_Assigned task:_ In the data below, the answer is the run of lines from the line containing "from registry.models import" through the line containing "def mm(value: float)", both included; print it exactly and nothing else.

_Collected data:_
╔══

"""Writes on user accounts: create a user, set a user's roles, deactivate or reactivate a user
(admin ability, audited).

Roles are Django groups (:mod:`registry.roles`). Giving someone the manager role lets them publish
positions, so a role change is a write like any other: one transaction, a role check, validation and
an audit row (``user_create``, ``user_set_roles``, ``user_set_active``) with the values before and
after. Passwords never appear in the audit trail. Accounts are never deleted (the audit trail refers
to them); a deactivated account cannot sign in or use its API token.

The change is refused when it would leave the registry without an active administrator (a user in
the admin group, or a superuser), so an admin cannot lock the office out by mistake.
"""

from __future__ import annotations

from collections.abc import Iterable

from django.contrib.auth import get_user_model, password_validation
from django.contrib.auth.models import AbstractUser, Group
from django.core.exceptions import ValidationError
from django.core.validators import validate_email
from django.db import transaction

from registry.errors import NotFound
from registry.roles import Ability, Role, ensure_roles, role_names
from registry.services.access import require_ability
from registry.services.audit import audit_record


def _parse_roles(roles: Iterable[str]) -> list[str]:
    if isinstance(roles, str) or not isinstance(roles, Iterable):
        raise ValidationError({"roles": ValidationError("Give a list of roles.", code="invalid_type")})
    wanted = []
    for role in roles:
        name = str(role).strip().lower()
        if name not in {r.value for r in Role}:
            raise ValidationError(
                {
                    "roles": ValidationError(
                        "Unknown role %(value)r; the roles are %(known)s.",
                        code="unknown_role",
                        params={"value": str(role), "known": ", ".join(r.value for r in Role)},
                    )
                }
            )
        if name not in wanted:
            wanted.append(name)
    # Keep the order of registry.roles.Role, so audit rows compare cleanly.
    return [r.value for r in Role if r.value in wanted]


def _access_user(username) -> AbstractUser:
    User = get_user_model()
    if not isinstance(username, str) or not username.strip() or "\x00" in username:
        raise NotFound(f"No user named {username!r}.", details={"username": str(username)})
    try:
        return User.objects.select_for_update().get(username=username.strip())
    except User.DoesNotExist:
        raise NotFound(f"No user named {username!r}.", details={"username": username}) from None


def _active_admins_exist() -> bool:
    User = get_user_model()
    return (
        User.objects.filter(is_active=True, is_superuser=True).exists()
        or User.objects.filter(is_active=True, groups__name=Role.ADMIN.value).exists()
    )


def _apply_roles(user, roles: list[str]) -> None:
    ensure_roles()
    user.groups.set(Group.objects.filter(name__in=roles))


def user_set_roles(*, actor, username: str, roles: Iterable[str], note: str = ""):
    """Replace the roles of ``username`` with ``roles`` (admin ability; audited).

    Parameters
    ----------
    actor
        The administrator making the change (ability ADMINISTER).
    username
        The account to change.
    roles
        Role names from :class:`registry.roles.Role`; an empty list takes every role away (the
        account stays, but can read nothing).
    note
        Optional reason, stored with the audit row.

    Returns
    -------
    User
        The changed user.

    Raises
    ------
    PermissionDeniedError
        ``actor`` lacks the ADMINISTER ability.
    NotFound
        No such user.
    ValidationError
        ``unknown_role``; ``roles_unchanged`` (nothing to do, nothing written); ``last_admin`` (the
        change would leave no active administrator).
    """
    require_ability(actor, Ability.ADMINISTER)
    wanted = _parse_roles(roles)
    with transaction.atomic():
        user = _access_user(username)
        before = role_names(user)
        if before == wanted:
            raise ValidationError(
                {"roles": ValidationError("%(user)s already has exactly these roles.", code="roles_unchanged",
                                          params={"user": user.username})}
            )  # fmt: skip
        _apply_roles(user, wanted)
        if not _active_admins_exist():
            raise ValidationError(
                {
                    "roles": ValidationError(
                        "This would leave the registry without an active administrator.", code="last_admin"
                    )
                }
            )  # the transaction rolls back: nothing changed
        audit_record(
            actor=actor,
            action="user_set_roles",
            obj=user,
            before={"username": user.username, "roles": before},
            after={"username": user.username, "roles": wanted},
            note=note,
        )
    return user


def user_create(
    *,
    actor,
    username: str,
    roles: Iterable[str],
    email: str = "",
    first_name: str = "",
    last_name: str = "",
    password: str | None = None,
):
    """Create an account with ``roles`` (admin ability; audited).

    ``password=None`` creates the account without a usable password (set one with Django's
    ``changepassword`` command); a given password must pass the project's password validators.
    """
    require_ability(actor, Ability.ADMINISTER)
    User = get_user_model()
    wanted = _parse_roles(roles)
    username = (username or "").strip() if isinstance(username, str) else ""
    errors: dict[str, list[ValidationError]] = {}
    try:
        User._meta.get_field("username").run_validators(username)
        if not username:
            raise ValidationError("A user name is required.", code="required")
    except ValidationError as exc:
        errors["username"] = exc.error_list
    if email:
        try:
            validate_email(email)
        except ValidationError as exc:
            errors["email"] = exc.error_list
    candidate = User(username=username, email=email, first_name=first_name, last_name=last_name)
    if password is not None:
        try:
            password_validation.validate_password(password, user=candidate)
        except ValidationError as exc:
            errors["password"] = exc.error_list
    if errors:
        raise ValidationError(errors)
    with transaction.atomic():
        if User.objects.filter(username=username).exists():
            raise ValidationError(
                {
                    "username": ValidationError(
                        "A user named %(value)s exists.", code="unique", params={"value": username}
                    )
                }
            )
        if password is None:
            candidate.set_unusable_password()
        else:
            candidate.set_password(password)
        candidate.save()
        _apply_roles(candidate, wanted)
        audit_record(
            actor=actor,
            action="user_create",
            obj=candidate,
            after={
                "username": username,
                "email": email,
                "first_name": first_name,
                "last_name": last_name,
                "roles": wanted,
                "password_set": password is not None,
            },
        )
    return candidate


def _lock_active_admins() -> None:
    """Lock the rows of the active administrators (by id, in id order) until the transaction ends."""
    User = get_user_model()
    ids = set(User.objects.filter(is_active=True, is_superuser=True).values_list("pk", flat=True))
    ids |= set(User.objects.filter(is_active=True, groups__name=Role.ADMIN.value).values_list("pk", flat=True))
    list(User.objects.select_for_update().filter(pk__in=ids).order_by("pk").values_list("pk", flat=True))


def user_set_active(*, actor, username: str, active: bool, note: str):
    """Deactivate (``active=False``) or reactivate (``active=True``) an account (admin ability; audited).

    A deactivated account keeps its roles and its place in the audit trail, but can no longer sign in:
    Django's authentication backend refuses inactive users, so its open sessions and its API token stop
    working at the next request.

    Parameters
    ----------
    actor
        The administrator making the change (ability ADMINISTER).
    username
        The account to change.
    active
        The wanted state (a real bool).
    note
        The reason (required, stored with the audit row).

    Returns
    -------
    User
        The changed user.

    Raises
    ------
    PermissionDeniedError
        ``actor`` lacks the ADMINISTER ability.
    NotFound
        No such user.
    ValidationError
        ``invalid_type`` (``active`` is not a bool); ``required`` (no note); ``active_unchanged``
        (already in that state, nothing written); ``self_deactivation`` (an administrator cannot
        deactivate their own account); ``last_admin`` (no active administrator would remain).
    """
    require_ability(actor, Ability.ADMINISTER)
    if not isinstance(active, bool):
        raise ValidationError({"active": ValidationError("Give true or false.", code="invalid_type")})
    note = note.strip() if isinstance(note, str) else ""
    if not note:
        raise ValidationError(
            {"note": ValidationError("Give the reason; it is stored in the audit trail.", code="required")}
        )
    with transaction.atomic():
        _lock_active_admins()  # two admins deactivating each other at once: the second waits, then is refused
        user = _access_user(username)
        if user.is_active == active:
            raise ValidationError(
                {
                    "active": ValidationError(
                        "%(user)s is already %(state)s.",
                        code="active_unchanged",
                        params={"user": user.username, "state": "active" if active else "inactive"},
                    )
                }
            )
        if not active and user.pk == getattr(actor, "pk", None):
            raise ValidationError(
                {
                    "username": ValidationError(
                        "You cannot deactivate your own account; ask another administrator.",
                        code="self_deactivation",
                    )
                }
            )
        user.is_active = active
        user.save(update_fields=["is_active"])
        if not _active_admins_exist():
            raise ValidationError(
                {
                    "active": ValidationError(
                        "This would leave the registry without an active administrator.", code="last_admin"
                    )
                }
            )  # the transaction rolls back: nothing changed
        audit_record(
            actor=actor,
            action="user_set_active",
            obj=user,
            before={"username": user.username, "is_active": not active},
            after={"username": user.username, "is_active": active},
            note=note,
        )
    return user
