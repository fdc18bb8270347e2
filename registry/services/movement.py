"""The movement check: a proposed position against the mark's published one, in every path.

Proposing (``services.positions.position_propose``, so the page, the API, commands and imports alike)
stores a check (stage "proposed"); a check that shows possible movement makes the mark suspect
(``services.suspect.mark_make_suspect``). Publishing names the published position it was compared
with; if the mark's published position changed since, publishing is refused (``compared_with_changed``,
HTTP 409); otherwise the check is run again under the mark's lock and stored with the decision (stage
"published"), and publishing against "possible movement" needs a note (the reason), which is audited.

What is compared with what
--------------------------
* The published position of the mark **in the proposal's frame**; if there is none, its most recently
  published position in any frame (:func:`comparison_target`).
* That position is brought to the proposal's frame and epoch by the geodesy core
  (:func:`registry.geodesy.frames.transform_position`): along the published position's velocity if it
  has one (or the proposal's, when both are in the same frame), else with the office's plate model in a
  dynamic frame, else held with the office's assumed rate per axis × |Δt| added to σ. Each frame
  change's stated accuracy (EPSG/PROJ, metres) is added to σ on every axis, as a standard deviation;
  an accuracy PROJ does not state adds nothing and is warned about.
* d = proposed − published (east/north/up at the published point), Σ = Σpub + added + Σprop, one global
  3D test at the office's level, localised by closed testing, with the smallest detectable movement per
  axis (:mod:`registry.geodesy.movement`, Baarda 1968). When that detectable movement is larger than the
  office's threshold (``REGISTRY["MOVEMENT_DETECTABLE_MM"]``, horizontal and vertical), a warning says so.

Settings (``settings.REGISTRY``): ``MOVEMENT_LEVEL`` (α, default 0.05), ``MOVEMENT_POWER`` (default
0.80), ``MOVEMENT_DETECTABLE_MM`` ((horizontal, vertical), default (20, 40)), ``ASSUMED_RATE_MM_YR`` and
``ASSUMED_RATE_PLATE_FIXED_MM_YR`` (by the kind of frame a position is held in, as in conversions and
screening), ``PLATE``.
"""

from __future__ import annotations

from dataclasses import dataclass, field
from typing import Any

import numpy as np
from django.conf import settings
from django.db.models import Case, IntegerField, Value, When

from registry.geodesy.accuracy import ComputationInputError
from registry.geodesy.frames import FrameTransformError, assumed_rate_in, format_epoch, transform_position
from registry.geodesy.movement import MovementResult, movement_test
from registry.geodesy.stats import enu_difference_m
from registry.models import MovementVerdict, Position, PositionState
from registry.selectors.conversion import configured_assumed_rates, configured_plate

#: Epochs closer than this are the same epoch (decimal years; about 9 hours).
SAME_EPOCH_TOLERANCE_YR = 1e-3


@dataclass(frozen=True)
class MovementSettings:
    level: float
    power: float
    detectable_h_m: float
    detectable_v_m: float
    assumed_rate_mm_yr: float
    assumed_rate_plate_fixed_mm_yr: float


def movement_settings() -> MovementSettings:
    """The office's movement-check settings (read when called, never at import)."""
    conf = settings.REGISTRY
    h_mm, v_mm = conf.get("MOVEMENT_DETECTABLE_MM", (20.0, 40.0))
    return MovementSettings(
        level=float(conf.get("MOVEMENT_LEVEL", 0.05)),
        power=float(conf.get("MOVEMENT_POWER", 0.80)),
        detectable_h_m=float(h_mm) / 1000.0,
        detectable_v_m=float(v_mm) / 1000.0,
        **configured_assumed_rates(),
    )


def cov_enu_m2(p: Position) -> np.ndarray:
    return np.array(
        [
            [p.cov_ee_m2, p.cov_en_m2, p.cov_eu_m2],
            [p.cov_en_m2, p.cov_nn_m2, p.cov_nu_m2],
            [p.cov_eu_m2, p.cov_nu_m2, p.cov_uu_m2],
        ],
        dtype=float,
    )


@dataclass
class MovementOutcome:
    """A comparison, not yet stored (:func:`movement_check_store` keeps it)."""

    position: Position
    compared_with: Position | None
    verdict: str
    level: float
    power: float
    result: MovementResult | None = None
    frame_chain: list[str] = field(default_factory=list)
    warnings: list[str] = field(default_factory=list)
    reason: str = ""
    added_sigma_enu_m: tuple[float, float, float] = (0.0, 0.0, 0.0)
    used_velocity: bool = False
    above_threshold: bool = False

    @property
    def compared(self) -> bool:
        return self.result is not None

    @property
    def possible_movement(self) -> bool:
        return self.verdict == MovementVerdict.POSSIBLE_MOVEMENT

    def as_dict(self) -> dict[str, Any]:
        """Plain values for the API and the command (millimetres, rounded to 0.01 mm; T and p unrounded)."""
        r = self.result

        def mm(value: float) -> float:
            return round(float(value) * 1000.0, 2)

        return {
            "verdict": self.verdict,
            "verdict_words": MovementVerdict(self.verdict).label,
            "compared_with": None if self.compared_with is None else self.compared_with.pk,
            "level": self.level,
            "power": self.power,
            "d_east_mm": None if r is None else mm(r.d_enu_m[0]),
            "d_north_mm": None if r is None else mm(r.d_enu_m[1]),
            "d_up_mm": None if r is None else mm(r.d_enu_m[2]),
            "t_global": None if r is None else r.statistic,
            "dof": None if r is None else r.dof,
            "critical": None if r is None else r.critical,
            "p_value": None if r is None else r.p_value,
            "moved_horizontal": None if r is None else r.moved_horizontal,
            "moved_vertical": None if r is None else r.moved_vertical,
            "detectable_mm": None
            if r is None
            else {k: mm(v) for k, v in zip(("east", "north", "up"), r.detectable_enu_m, strict=True)},
            "detectable_above_threshold": self.above_threshold,
            "added_sigma_mm": {k: mm(v) for k, v in zip(("east", "north", "up"), self.added_sigma_enu_m, strict=True)},
            "used_velocity": self.used_velocity,
            "frame_chain": list(self.frame_chain),
            "warnings": list(self.warnings),
            "reason": self.reason,
        }


def comparison_target(position: Position) -> Position | None:
    """The published position ``position`` is compared with: same frame first, else the newest in any frame."""
    same_frame_first = Case(
        When(frame_epsg=position.frame_epsg, then=Value(0)), default=Value(1), output_field=IntegerField()
    )
    qs = Position.objects.filter(mark_id=position.mark_id, state=PositionState.PUBLISHED)
    if position.pk is not None:
        qs = qs.exclude(pk=position.pk)
    return qs.annotate(_other_frame=same_frame_first).order_by("_other_frame", "-decided_at", "-id").first()


def movement_compare(*, position: Position, published: Position | None) -> MovementOutcome:
    """Compare ``position`` (saved or not) with ``published`` (see the module docstring). Reads nothing else."""
    return movement_compare_many([(position, published)])[0]


def movement_compare_many(pairs: list[tuple[Position, Position | None]]) -> list[MovementOutcome]:
    """:func:`movement_compare` for many (position, published) pairs: one vectorised test for all of them.

    Each pair's frame change stays its own (the transformation PROJ picks depends on the point's area);
    the statistical test (:func:`registry.geodesy.movement.movement_test`) runs once on the stacked
    differences and covariances, and gives each pair the values it would give it alone.
    """
    conf = movement_settings()
    outcomes: list[MovementOutcome] = []
    ready: list[tuple[MovementOutcome, np.ndarray, np.ndarray, np.ndarray]] = []
    for position, published in pairs:
        prepared = _prepare(position, published, conf)
        if isinstance(prepared, MovementOutcome):
            outcomes.append(prepared)
        else:
            outcomes.append(prepared[0])
            ready.append(prepared)
    results: list[MovementResult | None] | None = None
    if len(ready) > 1:
        try:
            stacked = movement_test(
                np.stack([r[1] for r in ready]), np.stack([r[2] for r in ready]), level=conf.level, power=conf.power
            )
            results = [_one(stacked, i) for i in range(len(ready))]
        except ComputationInputError:
            results = None  # one pair cannot be tested: test each alone, so that only that one says so
    if results is None:
        results = []
        for outcome, d, cov, _added in ready:
            try:
                results.append(movement_test(d, cov, level=conf.level, power=conf.power))
            except ComputationInputError as exc:
                outcome.reason = f"The test could not be computed: {exc}"
                results.append(None)
    for (outcome, _d, _cov, added), result in zip(ready, results, strict=True):
        if result is not None:
            _finish(outcome, result, added, conf)
    return outcomes


def _one(r: MovementResult, i: int) -> MovementResult:
    """Element ``i`` of a stacked result, with the Python scalars a single test gives."""
    return MovementResult(
        level=r.level,
        power=r.power,
        statistic=float(r.statistic[i]),
        dof=r.dof,
        critical=r.critical,
        p_value=float(r.p_value[i]),
        verdict=str(r.verdict[i]),
        statistic_horizontal=float(r.statistic_horizontal[i]),
        p_value_horizontal=float(r.p_value_horizontal[i]),
        moved_horizontal=bool(r.moved_horizontal[i]),
        statistic_vertical=float(r.statistic_vertical[i]),
        p_value_vertical=float(r.p_value_vertical[i]),
        moved_vertical=bool(r.moved_vertical[i]),
        lambda0=r.lambda0,
        detectable_enu_m=r.detectable_enu_m[i],
        d_enu_m=r.d_enu_m[i],
        cov_m2=r.cov_m2[i],
    )


def _prepare(
    position: Position, published: Position | None, conf: MovementSettings
) -> MovementOutcome | tuple[MovementOutcome, np.ndarray, np.ndarray, np.ndarray]:
    """The outcome so far, with the difference, its covariance and the added σ; or the final outcome."""
    outcome = MovementOutcome(
        position=position,
        compared_with=published,
        verdict=MovementVerdict.NOT_COMPARED,
        level=conf.level,
        power=conf.power,
    )
    if published is None:
        outcome.reason = "No position of this mark is published; there is nothing to compare with."
        return outcome
    same_frame = published.frame_epsg == position.frame_epsg
    same_epoch = abs(published.epoch_yr - position.epoch_yr) <= SAME_EPOCH_TOLERANCE_YR
    velocity = velocity_sigma = None
    whose = ""
    source = published if published.has_velocity else (position if same_frame and position.has_velocity else None)
    if source is not None and not same_epoch:
        velocity = (source.vel_e_m_yr, source.vel_n_m_yr, source.vel_u_m_yr)
        # a velocity without its σ: the assumed rate of the kind of frame it is given in (as screening does)
        rate_m_yr = (
            assumed_rate_in(
                source.frame_epsg,
                dynamic_mm_yr=conf.assumed_rate_mm_yr,
                plate_fixed_mm_yr=conf.assumed_rate_plate_fixed_mm_yr,
            )
            / 1000.0
        )
        velocity_sigma = tuple(
            rate_m_yr if v is None else v
            for v in (source.vel_sigma_e_m_yr, source.vel_sigma_n_m_yr, source.vel_sigma_u_m_yr)
        )
        whose = "the published position's velocity" if source is published else "the proposed position's velocity"
    lat, lon, h = published.lat_deg, published.lon_deg, published.h_m
    added = np.zeros(3)
    if same_frame and same_epoch:
        outcome.frame_chain = ["Both positions are in the same frame at the same epoch: compared directly."]
    else:
        try:
            moved = transform_position(
                lat,
                lon,
                h,
                from_epsg=published.frame_epsg,
                from_epoch_yr=published.epoch_yr,
                to_epsg=position.frame_epsg,
                to_epoch_yr=position.epoch_yr,
                velocity_enu_m_yr=velocity,
                velocity_sigma_enu_m_yr=velocity_sigma,
                assumed_rate_mm_yr=conf.assumed_rate_mm_yr,
                assumed_rate_plate_fixed_mm_yr=conf.assumed_rate_plate_fixed_mm_yr,
                plate=configured_plate(),
            )
        except FrameTransformError as exc:
            outcome.reason = (
                f"The published position could not be brought to the proposal's frame and epoch "
                f"(EPSG:{position.frame_epsg}, {format_epoch(position.epoch_yr)}): {exc}"
            )
            return outcome
        lat, lon, h = float(moved.lat_deg), float(moved.lon_deg), float(moved.h_m)
        added = np.array([float(np.asarray(s)) for s in moved.added_sigma_enu_m])
        frame_sigma = 0.0
        for step in moved.steps:
            if step.kind == "frame_change" and step.accuracy_m is not None:
                frame_sigma = float(np.hypot(frame_sigma, step.accuracy_m))
        added = np.sqrt(added**2 + frame_sigma**2)
        intro = (
            f"The published position (EPSG:{published.frame_epsg} at epoch "
            f"{format_epoch(published.epoch_yr)}) was brought to EPSG:{position.frame_epsg} at epoch "
            f"{format_epoch(position.epoch_yr)}" + (f", along {whose}." if whose else ".")
        )
        outcome.frame_chain = [intro, *(s.description for s in moved.steps)]
        if frame_sigma:
            outcome.frame_chain.append(
                f"the frame change's stated accuracy ({frame_sigma * 1000:.0f} mm) added to σ on every axis"
            )
        outcome.warnings = list(moved.warnings)
        outcome.used_velocity = any(s.kind == "velocity" for s in moved.steps)
    try:
        d = enu_difference_m(
            published_lat_deg=lat,
            published_lon_deg=lon,
            published_h_m=h,
            observed_lat_deg=position.lat_deg,
            observed_lon_deg=position.lon_deg,
            observed_h_m=position.h_m,
            published_frame_epsg=position.frame_epsg,
            published_epoch_yr=position.epoch_yr,
            observed_frame_epsg=position.frame_epsg,
            observed_epoch_yr=position.epoch_yr,
        )
        cov = cov_enu_m2(published) + np.diag(added**2) + cov_enu_m2(position)
    except ComputationInputError as exc:
        outcome.reason = f"The test could not be computed: {exc}"
        return outcome
    return outcome, np.asarray(d, dtype=float), cov, added


def _finish(outcome: MovementOutcome, result: MovementResult, added: np.ndarray, conf: MovementSettings) -> None:
    outcome.result = result
    outcome.verdict = result.verdict
    outcome.added_sigma_enu_m = (float(added[0]), float(added[1]), float(added[2]))
    mdb = result.detectable_enu_m
    if max(mdb[0], mdb[1]) > conf.detectable_h_m or mdb[2] > conf.detectable_v_m:
        outcome.above_threshold = True
        outcome.warnings.append(
            f"This check could not have seen a movement smaller than about {mdb[0] * 1000:.0f} mm east, "
            f"{mdb[1] * 1000:.0f} mm north and {mdb[2] * 1000:.0f} mm up (at the {100 * (1 - conf.level):g} % "
            f"level with {100 * conf.power:g} % power); the office asks to detect "
            f"{conf.detectable_h_m * 1000:g} mm horizontally and {conf.detectable_v_m * 1000:g} mm vertically. "
            "A velocity for the mark, or a published position closer in time, makes the check sharper."
        )


__all__ = [
    "SAME_EPOCH_TOLERANCE_YR",
    "MovementOutcome",
    "comparison_target",
    "cov_enu_m2",
    "movement_compare",
    "movement_compare_many",
    "movement_settings",
]
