"""Type names for the geodesy core's vectorised functions (``numpy.typing``).

A function that "accepts a scalar or an array and returns the same shape" takes ``ArrayLike``
(a float, a list, a numpy array...) and returns ``FloatOrArray``: a Python float for a scalar input,
an array of float64 otherwise. Pure module (no Django).
"""

from __future__ import annotations

from typing import TypeAlias

import numpy as np
from numpy.typing import ArrayLike, NDArray

__all__ = ["ArrayLike", "BoolArray", "FloatArray", "FloatOrArray"]

#: An array of float64 values (metres, degrees, m², ... as the name of the variable says).
FloatArray: TypeAlias = NDArray[np.float64]
#: An array of booleans (masks).
BoolArray: TypeAlias = NDArray[np.bool_]
#: What a scalar-or-array function returns: a float for a scalar input, an array otherwise.
FloatOrArray: TypeAlias = float | NDArray[np.float64]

╚══

_Response area:_
from registry.models import MovementVerdict, Position, PositionState
from registry.selectors.conversion import configured_assumed_rates, configured_plate

#: Epochs closer than this are the same epoch (decimal years; about 9 hours).
SAME_EPOCH_TOLERANCE_YR = 1e-3


@dataclass(frozen=True)
class MovementSettings:
    level: float
    power: float
    detectable_h_m: float
    detectable_v_m: float
    assumed_rate_mm_yr: float
    assumed_rate_plate_fixed_mm_yr: float


def movement_settings() -> MovementSettings:
    """The office's movement-check settings (read when called, never at import)."""
    conf = settings.REGISTRY
    h_mm, v_mm = conf.get("MOVEMENT_DETECTABLE_MM", (20.0, 40.0))
    return MovementSettings(
        level=float(conf.get("MOVEMENT_LEVEL", 0.05)),
        power=float(conf.get("MOVEMENT_POWER", 0.80)),
        detectable_h_m=float(h_mm) / 1000.0,
        detectable_v_m=float(v_mm) / 1000.0,
        **configured_assumed_rates(),
    )


def cov_enu_m2(p: Position) -> np.ndarray:
    return np.array(
        [
            [p.cov_ee_m2, p.cov_en_m2, p.cov_eu_m2],
            [p.cov_en_m2, p.cov_nn_m2, p.cov_nu_m2],
            [p.cov_eu_m2, p.cov_nu_m2, p.cov_uu_m2],
        ],
        dtype=float,
    )


@dataclass
class MovementOutcome:
    """A comparison, not yet stored (:func:`movement_check_store` keeps it)."""

    position: Position
    compared_with: Position | None
    verdict: str
    level: float
    power: float
    result: MovementResult | None = None
    frame_chain: list[str] = field(default_factory=list)
    warnings: list[str] = field(default_factory=list)
    reason: str = ""
    added_sigma_enu_m: tuple[float, float, float] = (0.0, 0.0, 0.0)
    used_velocity: bool = False
    above_threshold: bool = False

    @property
    def compared(self) -> bool:
        return self.result is not None

    @property
    def possible_movement(self) -> bool:
        return self.verdict == MovementVerdict.POSSIBLE_MOVEMENT

    def as_dict(self) -> dict[str, Any]:
        """Plain values for the API and the command (millimetres, rounded to 0.01 mm; T and p unrounded)."""
        r = self.result

        def mm(value: float) -> float:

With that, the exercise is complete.